The notebook contains the code for training the voice classification model using CNN and storing the model for later use in mobile app. The motive behind this model is to prevent many phone scam, creating devastating financial damages especially to elderlies who cannot distinguish the voices of their children and the scammers.

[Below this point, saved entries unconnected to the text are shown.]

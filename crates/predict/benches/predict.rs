//! Throughput of the direct truth prediction: (visibility × component) evaluations per second,
//! for 24 antennas, 60 time samples, 32 channels and 20 components, with and without a beam.
use beamfloor_array::{Layout, Observation, ObservationParams};
use beamfloor_core::{Pol, VoltageBeam};
use beamfloor_predict::{predict_visibilities, PredictParams};
use beamfloor_sky::{Component, EllipticalGaussian, Spectrum};
use criterion::{criterion_group, criterion_main, Criterion, Throughput};
use num_complex::Complex64;

/// A circular Gaussian voltage pattern whose width scales with wavelength, with a small
/// per-antenna complex gain, so the table holds distinct values (a cheap stand-in for a dish model;
/// the bench measures the prediction loop, not the beam model).
struct GaussianBeam {
    n: usize,
}

impl VoltageBeam for GaussianBeam {
    fn n_antennas(&self) -> usize {
        self.n
    }
    fn voltage(
        &self,
        antenna: usize,
        _t: usize,
        freq_hz: f64,
        pol: Pol,
        l: f64,
        m: f64,
    ) -> Complex64 {
        let fwhm = 0.02 * 1.4e9 / freq_hz;
        let shift = if pol == Pol::R { 1e-4 } else { -1e-4 };
        let r2 = (l - shift).powi(2) + m * m;
        Complex64::from_polar(
            (-4.0 * std::f64::consts::LN_2 * r2 / (fwhm * fwhm)).exp().sqrt(),
            0.01 * antenna as f64,
        )
    }
}

fn observation() -> Observation {
    // 24 antennas on three log-spiral-like arms out to ~2 km (deterministic, no generator needed).
    let antennas: Vec<[f64; 3]> = (0..24)
        .map(|i| {
            let arm = (i % 3) as f64 * 2.0 * std::f64::consts::PI / 3.0;
            let r = 40.0 * 1.2f64.powi(i / 3 * 3 + 1);
            let phi = arm + 0.3 * (r / 40.0).ln();
            [r * phi.cos(), r * phi.sin(), 0.0]
        })
        .collect();
    let layout = Layout::new(antennas, 15.0).expect("bench layout");
    Observation::new(&ObservationParams {
        layout,
        latitude_rad: (-30f64).to_radians(),
        phase_centre_ra_rad: 1.0,
        phase_centre_dec_rad: (-40f64).to_radians(),
        hour_angle_start_rad: (-45f64).to_radians(),
        hour_angle_end_rad: 45f64.to_radians(),
        integration_s: 360.0,
        band_min_hz: 1.0e9,
        band_max_hz: 2.0e9,
        n_channels: 32,
        elevation_limit_rad: 0.0,
    })
    .expect("bench observation")
}

fn sky() -> Vec<Component> {
    (0..20)
        .map(|i| {
            let a = i as f64 * 0.7;
            let r = 0.002 * (i + 1) as f64;
            let s = Spectrum::new(1.0 + 0.1 * i as f64, 1.5e9, -0.7, 0.05).expect("spectrum");
            if i % 4 == 0 {
                let g = EllipticalGaussian::new(2e-4, 1e-4, a).expect("gaussian");
                Component::gaussian(format!("g{i}"), r * a.cos(), r * a.sin(), s, g).expect("comp")
            } else {
                Component::point(format!("p{i}"), r * a.cos(), r * a.sin(), s).expect("comp")
            }
        })
        .collect()
}

fn bench(c: &mut Criterion) {
    let obs = observation();
    let comps = sky();
    let beam = GaussianBeam { n: 24 };
    let evaluations = (obs.n_visibilities() * comps.len()) as u64;
    let mut group = c.benchmark_group("predict");
    group.sample_size(10);
    group.throughput(Throughput::Elements(evaluations));
    group.bench_function("no_beam_24ant_60t_32ch_20comp", |b| {
        b.iter(|| predict_visibilities(&obs, &comps, None, &PredictParams::default(), &|_| {}))
    });
    group.bench_function("gaussian_beam_24ant_60t_32ch_20comp", |b| {
        b.iter(|| {
            predict_visibilities(&obs, &comps, Some(&beam), &PredictParams::default(), &|_| {})
        })
    });
    group.finish();
}

criterion_group!(benches, bench);
criterion_main!(benches);
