impl Job<'_> {
    /// Fill `f` for the sample with key `key` in tile column `tx`; false when the sample has no
    /// weight on the job's plane.
    #[inline(always)]
    fn footprint<R: TileRows>(&self, key: usize, tx: u32, f: &mut Footprint) -> bool {
        let plan = self.plan;
        let poly = &plan.poly;
        let (c, sx, sy, w, flip) = self.samples.at(plan, key);
        let (gx, gy) = match self.plane {
            None => {
                f.weight = 1.0;
                let [gx, gy] = R::taps(poly, [sx, sy], [&mut f.kx, &mut f.ky]);
                (gx, gy)
            }
            Some(p) => {
                let (first, count) = plan.plane_span(w);
                if p < first || p >= first + count {
                    return false;
                }
                // Plane p sits at distance p − w from the sample: a tap of the kernel along w.
                let [gw, gx, gy] = R::taps(poly, [w, sx, sy], [&mut f.kw, &mut f.kx, &mut f.ky]);
                debug_assert!((0..plan.kernel.support() as i64).contains(&(p as i64 - gw)));
                f.weight = f.kw[(p as i64 - gw) as usize];
                (gx, gy)
            }
        };
        if f.weight == 0.0 {
            return false;
        }
        let map = &self.layout.map;
        (f.dx, f.dy) = map.offset(self.band, tx, gx, gy);
        debug_assert!(f.dx < TILE && f.dy < map.starts[self.band + 1] - map.starts[self.band]);
        f.chan = c;
        f.flip = flip;
        true
    }

    /// Prefetch the uvw (and the values, when gridding) of sorted sample `k` + `AHEAD`.
    #[inline(always)]
    fn prefetch(&self, k: usize, values: Option<&GridValues>) {
        if let Some(&key) = self.layout.order.get(k + AHEAD) {
            prefetch(&self.samples.uvw[3 * self.samples.row_chan(key).0]);
            if let Some(v) = values {
                prefetch(&v.summed[self.samples.index(key) * v.n_src]);
            }
        }
    }

    /// The rectangle of the tile buffer to load for `blocks` (one tile column) on the job's
    /// plane: the whole window without w planes, else the union of the blocks' measured
    /// rectangles (see [`GridPlan::measure_blocks`]).
    fn window(&self, blocks: &[Block]) -> Option<Rect> {
        let map = &self.layout.map;
        let w = self.plan.kernel.support();
        if self.plane.is_none() {
            // Without w planes every sample is on the plane: the whole window, which is cheaper
            // to load than to narrow down.
            let rows = map.starts[self.band + 1] - map.starts[self.band];
            return Some(Rect { c0: 0, c1: TILE - 1 + w, r0: 0, r1: rows - 1 + w });
        }
        // The union of the blocks' rectangles (a superset of the footprints on this plane when
        // some samples of a block stop short of it).
        let measured = |b: &Block| b.rect.expect("blocks are measured before w-plane passes");
        blocks.iter().map(measured).reduce(Rect::union)
    }

    /// Tile groups of the band: the band's blocks on the job's plane, and runs of them with one
    /// tile column (tile column, first block, end).
    fn tile_groups(&self) -> (Vec<Block>, Vec<(u32, usize, usize)>) {
        let w = self.plan.kernel.support();
        let on: Vec<Block> = self.layout.blocks_on(self.band, self.plane, w).copied().collect();
        let mut groups: Vec<(u32, usize, usize)> = Vec::new();
        for (k, b) in on.iter().enumerate() {
            match groups.last_mut() {
                Some((tx, _, end)) if *tx == b.tx => *end = k + 1,
                _ => groups.push((b.tx, k, k + 1)),
            }
        }
        (on, groups)
    }

    /// Spread the band's samples on the job's plane, with their `values`, into `grids`.
    #[inline(always)]
    fn spread_band<R: TileRows, const L: usize>(&self, values: &GridValues, grids: &mut BandGrids) {
        let w = self.plan.kernel.support();
        let n_out = grids.own.len();
        let mut buf = vec![0.0f64; 2 * n_out * BUFFER];
        let mut f = Footprint::new();
        let (on, groups) = self.tile_groups();
        for &(tx, a, z) in &groups {
            let blocks = &on[a..z];
            let mut rect = None;
            for bl in blocks {
                for k in bl.start..bl.end {
                    self.prefetch(k, Some(values));
                    let key = self.layout.order[k];
                    if !self.footprint::<R>(key, tx, &mut f) {
                        continue;
                    }
                    let i = self.samples.index(key);
                    let at = (f.dx, f.dy, w);
                    for (o, chunk) in buf.chunks_exact_mut(2 * BUFFER).enumerate() {
                        let v = values.get(i, f.chan, o);
                        if v == ZERO {
                            continue;
                        }
                        let v = if f.flip { v.conj() } else { v };
                        let (re, im) = chunk.split_at_mut(BUFFER);
                        R::spread::<L>(re, im, at, &f.kx, &f.ky, v * f.weight);
                    }
                    Rect::grow(&mut rect, f.dx, f.dy, w);
                }
            }
            if let Some(rect) = rect {
                for (o, chunk) in buf.chunks_exact_mut(2 * BUFFER).enumerate() {
                    let (re, im) = chunk.split_at_mut(BUFFER);
                    let next = grids.next.get_mut(o).map(|g| &mut **g);
                    self.flush(re, im, rect, tx as usize, L, &mut *grids.own[o], next);
                }
            }
        }
    }

    /// Add the buffer's `rect` to the grid rows of the band (`own`) and of the next band
    /// (`next`, None when the band is the only one), and zero the buffer there (plus the
    /// `lanes` − W columns of zero taps after it).
    #[allow(clippy::too_many_arguments)]
    fn flush(
        &self,
        re: &mut [f64],
        im: &mut [f64],
        rect: Rect,
        tx: usize,
        lanes: usize,
        own: &mut [Complex64],
        mut next: Option<&mut [Complex64]>,
    ) {
        let map = &self.layout.map;
        let (px, py) = (map.pad_nx, map.pad_ny);
        let (start, end) = (map.starts[self.band], map.starts[self.band + 1]);
        let w = self.plan.kernel.support();
        let zero_to = (rect.c1 - w + lanes).min(STRIDE);
        for r in rect.r0..rect.r1 {
            let y = start + r;
            let line = if y < end {
                &mut own[(y - start) * px..(y - start + 1) * px]
            } else if let Some(next) = next.as_deref_mut() {
                let y = y - end;
                &mut next[y * px..(y + 1) * px]
            } else {
                let y = y % py;
                &mut own[y * px..(y + 1) * px]
            };
            let row = r * STRIDE;
            let (rr, ii) = (&re[row + rect.c0..row + rect.c1], &im[row + rect.c0..row + rect.c1]);
            let x0 = tx * TILE + rect.c0;
            if x0 + rr.len() <= px {
                for ((g, &a), &b) in line[x0..x0 + rr.len()].iter_mut().zip(rr).zip(ii) {
                    g.re += a;
                    g.im += b;
                }
            } else {
                for (i, (&a, &b)) in rr.iter().zip(ii).enumerate() {
                    let g = &mut line[(x0 + i) % px];
                    g.re += a;
                    g.im += b;
                }
            }
            re[row + rect.c0..row + zero_to].iter_mut().for_each(|v| *v = 0.0);
            im[row + rect.c0..row + zero_to].iter_mut().for_each(|v| *v = 0.0);
        }
    }

    /// Interpolate the band's samples on the job's plane from `grids` (one per image, weighted
    /// per channel by `factors[image][chan]`), adding each into `acc` (the band's slots).
    #[inline(always)]
    fn interpolate_band<R: TileRows, const L: usize>(
        &self,
        grids: &[Vec<Complex64>],
        factors: &[Vec<f64>],
        out: &Disjoint<Complex64>,
        dest: Destination,
    ) {
        let map = &self.layout.map;
        let (px, py) = (map.pad_nx, map.pad_ny);
        let w = self.plan.kernel.support();
        let start = map.starts[self.band];
        let mut buf = vec![0.0f64; 2 * grids.len() * BUFFER];
        let mut f = Footprint::new();
        let (on, groups) = self.tile_groups();
        for &(tx, a, z) in &groups {
            let blocks = &on[a..z];
            let x0 = tx as usize * TILE;
            let Some(rect) = self.window(blocks) else { continue };
            // The vector loops read L lanes from a footprint's first column.
            let (c0, c1) = (rect.c0, rect.c1 - w + L);
            for (grid, chunk) in grids.iter().zip(buf.chunks_exact_mut(2 * BUFFER)) {
                let (re, im) = chunk.split_at_mut(BUFFER);
                for r in rect.r0..rect.r1 {
                    let y = (start + r) % py;
                    let line = &grid[y * px..(y + 1) * px];
                    let row = r * STRIDE;
                    let (re, im) = (&mut re[row + c0..row + c1], &mut im[row + c0..row + c1]);
                    if x0 + c1 <= px {
                        for ((a, b), g) in
                            re.iter_mut().zip(im.iter_mut()).zip(&line[x0 + c0..x0 + c1])
                        {
                            *a = g.re;
                            *b = g.im;
                        }
                    } else {
                        for (c, (a, b)) in re.iter_mut().zip(im.iter_mut()).enumerate() {
                            let g = line[(x0 + c0 + c) % px];
                            *a = g.re;
                            *b = g.im;
                        }
                    }
                }
            }
            for bl in blocks {
                for k in bl.start..bl.end {
                    self.prefetch(k, None);
                    // The output place of a sample a few ahead (its read-modify-write would
                    // otherwise wait for a cache line at a scattered address).
                    if let (Destination::Samples(np), Some(&key)) =
                        (dest, self.layout.order.get(k + AHEAD))
                    {
                        out.prefetch(self.samples.index(key) * np);
                    }
                    if !self.footprint::<R>(self.layout.order[k], tx, &mut f) {
                        continue;
                    }
                    let at = (f.dx, f.dy, w);
                    let mut sum = ZERO;
                    for (fac, chunk) in factors.iter().zip(buf.chunks_exact(2 * BUFFER)) {
                        let fc = fac[f.chan];
                        if fc == 0.0 {
                            continue;
                        }
                        let (re, im) = chunk.split_at(BUFFER);
                        sum += R::interpolate::<L>(re, im, at, &f.kx, &f.ky) * fc;
                    }
                    let sum = if f.flip { sum.conj() } else { sum } * f.weight;
                    match dest {
                        // SAFETY: the bands split the order, so slot k is this task's alone.
                        Destination::Sorted => unsafe { *out.slot(k) += sum },
                        Destination::Samples(np) => {
                            let i = self.samples.index(self.layout.order[k]);
                            for slot in i * np..(i + 1) * np {
                                // SAFETY: every sample key sits once in the layout's order,
                                // and the bands split the order: only this task touches
                                // sample i's values.
                                unsafe { *out.slot(slot) += sum };
                            }
                        }
                    }
                }
            }
        }
    }
}
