@click.command("radius")
@profile_option
@click.option("--sagitta", type=POSITIVE, required=True, help="Reading relative to the flat zero, in the profile's unit.")
@click.option("--surface", type=click.Choice(geometry.SURFACES), default="concave", show_default=True)
@click.option("--scatter", type=NON_NEGATIVE, help="Standard deviation of single seatings (profile's unit): adds a budget.")
@click.option("--mean-of", "mean_of", type=int, metavar="N",
              help="The sagitta is the mean of N seatings (with --scatter).")
@click.option("--seatings", "old_seatings", type=int, hidden=True)
@click.option("--zero-u", type=NON_NEGATIVE, help="Standard uncertainty of the zero (profile's unit), if known.")
@click.option("--json", "as_json", is_flag=True, help="Print JSON for scripts.")
def radius(profile_path, sagitta, surface, scatter, mean_of, old_seatings, zero_u, as_json):
    """Radius of curvature and focal length from one sagitta (feet correction included; the probe's offset
    too when the profile gives its distances to the balls)."""
    if old_seatings is not None:  # capture's stop-after-N; here the count of a mean has its own name
        raise UserError(f"--seatings {old_seatings}: radius takes --mean-of {old_seatings} "
                        "(the sagitta is the mean of that many seatings)")
    profile = load_profile(profile_path)
    unit = profile.unit
    if (scatter is None) != (mean_of is None):
        raise UserError("--scatter and --mean-of go together: give both or neither")
    if mean_of is not None and mean_of < 2:
        raise UserError(f"--mean-of: a scatter needs at least 2 seatings, got {mean_of}")
    s_mm = to_mm(sagitta, unit)
    ring_mm, foot_mm = profile.contact_mm(surface)
    try:
        R_mm = profile.spherometer.radius_mm(s_mm, surface)
    except UserError as exc:
        raise UserError(f"--sagitta {sagitta:g} {unit}: {exc}") from None
    q_mm = profile.indicator.resolution_mm
    comps = reading_components(q_mm, None if scatter is None else to_mm(scatter, unit), mean_of)
    if zero_u is not None:
        comps.append(Component("zero (flat seatings)", to_mm(zero_u, unit)))
    budget = radius_budget(profile.spherometer, surface, s_mm, comps)
    out = {
        "radius": from_mm(R_mm, unit),
        "focal_length": from_mm(geometry.focal_length_mm(R_mm), unit),
        "unit": unit,
        "surface": surface,
        "sagitta": sagitta,
        "ring_radius": from_mm(ring_mm, unit),
        "foot_radius": from_mm(foot_mm, unit),
    }
    if scatter is not None or zero_u is not None:
        out.update(radius_u=from_mm(budget.u_c, unit), radius_U=from_mm(budget.U, unit), budget=budget.as_dict(unit))
    if as_json:
        _echo_json(out)
        return
    sign = "+" if surface == "concave" else "-"
    click.echo(f"radius of curvature  {out['radius']:.7g} {unit}  ({surface}; feet {sign}{out['foot_radius']:.6g} {unit} included)")
    click.echo(f"focal length         {out['focal_length']:.7g} {unit}")
    if "budget" in out:
        click.echo(f"radius               {out['radius']:.7g} +- {out['radius_U']:.3g} {unit} (U, k = {budget.k:.2f})")
        click.echo("")
        click.echo(budget.table(unit))
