def run_start(problem: PairProblem, spec, index: int, seed: int, output: str | None,
              config_text: str = "", source: str = "<config>") -> StartResult:
    """One seeded start: Adam on the loss, Gauss–Newton polish, guards; optionally recorded."""
    from contextlib import nullcontext

    from .record import open_writer, provenance
    from .validate import problems as shape_problems

    key_a, key_b = jax.random.split(jax.random.PRNGKey(seed))
    x = jnp.concatenate([random_start(problem.family, key_a, spec.spread, spec.decay),
                         random_start(problem.family, key_b, spec.spread, spec.decay)])
    a, b = problem.split(x)
    evs = [e.evaluator for e in problem.evaluators]
    states_a = list(init_families(evs, a.curve()))
    states_b = list(init_families(evs, b.curve()))
    labels = [lbl for e in problem.evaluators for lbl in e.evaluator.labels]
    opt_state = optax.adam(spec.learning_rate).init(x)
    weights = mode_weights(problem.family, spec.decay)
    metric = jnp.asarray(np.concatenate([weights, weights]))
    lr = float(spec.learning_rate)

    meta = {"index": index, "keep": [e.name for e in problem.evaluators], "labels": labels,
            "floor": problem.floor, "tolerance": spec.tolerance, "family": problem.family.name,
            "symmetry": problem.family.symmetry.describe(),
            "param_labels": list(problem.family.param_labels)}
    context = (open_writer(Path(output) / f"start_{index:04d}.h5",
                           provenance("hunt_start", config_text, source, seed, meta),
                           _columns(problem, labels)) if output else nullcontext(None))
    worst = Status.ok
    with context as writer:
        def log(step, phase, x, value, r, d2, code):
            if writer is not None:
                writer.append("steps", {
                    "step": step, "phase": phase, "params_a": np.asarray(x[: problem.n]),
                    "params_b": np.asarray(x[problem.n:]), "loss": float(value),
                    "mismatch": float(jnp.max(jnp.abs(r))),
                    "distance": float(jnp.sqrt(jnp.maximum(d2, 0.0))), "status": int(code)})

        step = 0
        for step in range(1, spec.steps + 1):
            x, opt_state, states_a, states_b, value, r, d2, code = _adam_step(
                problem, lr, x, opt_state, states_a, states_b, metric)
            worst = max(worst, Status(int(code)))
            if step % 25 == 0 or step == spec.steps:
                log(step, "adam", x, value, r, d2, code)
            if worst is not Status.ok:
                break
        for _ in range(spec.polish if worst is Status.ok else 0):
            jac, r, d2, states_a, states_b, code = _linearized(problem, x, states_a, states_b)
            worst = max(worst, Status(int(code)))
            step += 1
            log(step, "polish", x, float(jnp.sum(r * r)), r, d2, code)
            if float(jnp.max(jnp.abs(r))) <= 0.01 * spec.tolerance or worst is not Status.ok:
                break
            # minimum-norm step in the mode-weighted metric that removes the mismatch while
            # keeping D² fixed to first order: [J_r; ∇D²] W dz = [−r; 0], dx = W dz
            w = np.asarray(metric)
            rhs = np.concatenate([-np.asarray(r), [0.0]])
            dz = np.linalg.lstsq(np.asarray(jac) * w, rhs, rcond=1e-12)[0]
            x = x + jnp.asarray(w * dz)
        a, b = problem.split(x)
        va, states_a, codes_a = _evaluate_all(a.curve(), problem.evaluators, states_a)
        vb, states_b, codes_b = _evaluate_all(b.curve(), problem.evaluators, states_b)
        worst = max(worst, Status(int(jnp.max(codes_a))), Status(int(jnp.max(codes_b))))
        for shape, states in ((a, states_a), (b, states_b)):
            curve = shape.curve()  # one curve per shape: pooled families share one search
            for named, st in zip(problem.evaluators, states):
                if named.evaluator.recheck is not None:
                    worst = max(worst, Status(int(named.evaluator.recheck(curve, st)[1])))
        va, vb = np.asarray(va), np.asarray(vb)
        mismatch = float(np.max(np.abs(va - vb) / problem.scales))
        distance = float(shape_distance(a.curve(), b.curve()))
        reasons = []
        if worst is not Status.ok:
            reasons.append(f"status {worst.name}: {worst.message}")
        for name, shape in (("A", a), ("B", b)):
            found = shape_problems(shape)
            if found:
                reasons.append(f"shape {name} is not admissible: {found[0]}")
        if not np.isfinite(mismatch) or mismatch > spec.tolerance:
            reasons.append(f"mismatch {mismatch:.3g} above tolerance {spec.tolerance:.3g}")
        if not np.isfinite(distance) or distance < problem.floor:
            reasons.append(f"distance D = {distance:.4g} below the floor {problem.floor:.4g} "
                           "(congruent or nearly congruent copies)")
        accepted = not reasons
        reason = "accepted" if accepted else "; ".join(reasons)
        path = ""
        if writer is not None:
            writer.append("result", {
                "step": step, "params_a": np.asarray(a.params), "params_b": np.asarray(b.params),
                "boundary_a": _boundary(a), "boundary_b": _boundary(b), "values_a": va,
                "values_b": vb, "mismatch": mismatch, "distance": distance,
                "accepted": int(accepted), "status": int(worst)})
            writer.event(step, "stop", {"accepted": accepted, "reason": reason})
            path = str(Path(output) / f"start_{index:04d}.h5")
    return StartResult(index, seed, accepted, reason, mismatch, distance,
                       np.asarray(a.params), np.asarray(b.params), va, vb, path)
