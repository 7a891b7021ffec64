/**
 * Candidate blocks: every feed decision the planner may take, designed and evaluated with the
 * stage engine. A block covers a set of rails; its evaluation depends on the extra load that
 * downstream blocks put on its outputs (`extra`), which the search supplies at the leaves.
 *
 * Rules encoded here (docs/planner.md explains each):
 * - a buck serves one positive rail from a source (rail in a source-connected domain) or from
 *   a higher positive rail of the same domain; it never crosses a barrier;
 * - an LDO serves one rail from a rail of the same domain with the same sign and a larger |V|;
 * - a coupled-winding buck runs from a source; its regulated primary is a positive rail of a
 *   source-connected domain or an internal primary bus; each secondary is a rail of any
 *   domain (a barrier when that domain is isolated) fed directly, or an internal tap winding
 *   followed by an LDO when the direct winding misses the rail's window or ripple limit;
 *   several rails of one isolated domain and sign may share one tap winding, each through its
 *   own LDO (the tap set for the highest rail);
 * - a quiet rail is never fed directly by a switching output: it ends behind an LDO (common
 *   practice: switching spikes and cross-regulation residue are not in the ripple estimate);
 *   and a quiet rail feeds nothing but other quiet rails through LDOs;
 * - each block is checked for windows in every corner, ripple, duty/on-time and Tj flags of
 *   the engine, and Tj ≤ tjMax − tjMargin.
 */
import type { Amps, Celsius, Hertz, Ratio, Volts } from '../units.ts';
import { DEFAULT_MAX_RECTIFIER_VOLTAGE, DEFAULT_MAX_TURNS_RATIO, isolationRank, type Domain, type Id, type Rail, type Requirements, type Source, type StageKind } from '../model.ts';
import type { Barrier, InternalNode, PlanOutput, Reason } from '../plan-types.ts';
import type { OutputSpec, OutputWindow, StageEvaluation, StageSpec } from '../stages/types.ts';
import type { StageDesign } from '../stages/index.ts';
import { addParts, countParts, emptyParts } from './cost-model.ts';
import { formatQuantity } from '../notation.ts';
import { GENERIC_DEFAULTS } from '../stages/defaults.ts';
import { kindNames } from '../stages/registry.ts';
import type {
  Block, BlockEval, BlockShape, BlockStage, CostModel, FeedInput, PartCounts, PlanContext, Rejection, StageEvaluator,
} from './types.ts';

By training this model specifically to distinguish the voices of their children and scammers, elderies do not have to rely on their ability but AI to identify whether a call is by scammers or not. 

When training, please not forget to run with TPU to speed up the training process, and divide training into multiple times if necessary. (When dividing the training, it is recommended that you keep track of epochs by adding number of epochs to the names of the model you save) 

## **Code**

### **Preparation**

Run the following code before any operation.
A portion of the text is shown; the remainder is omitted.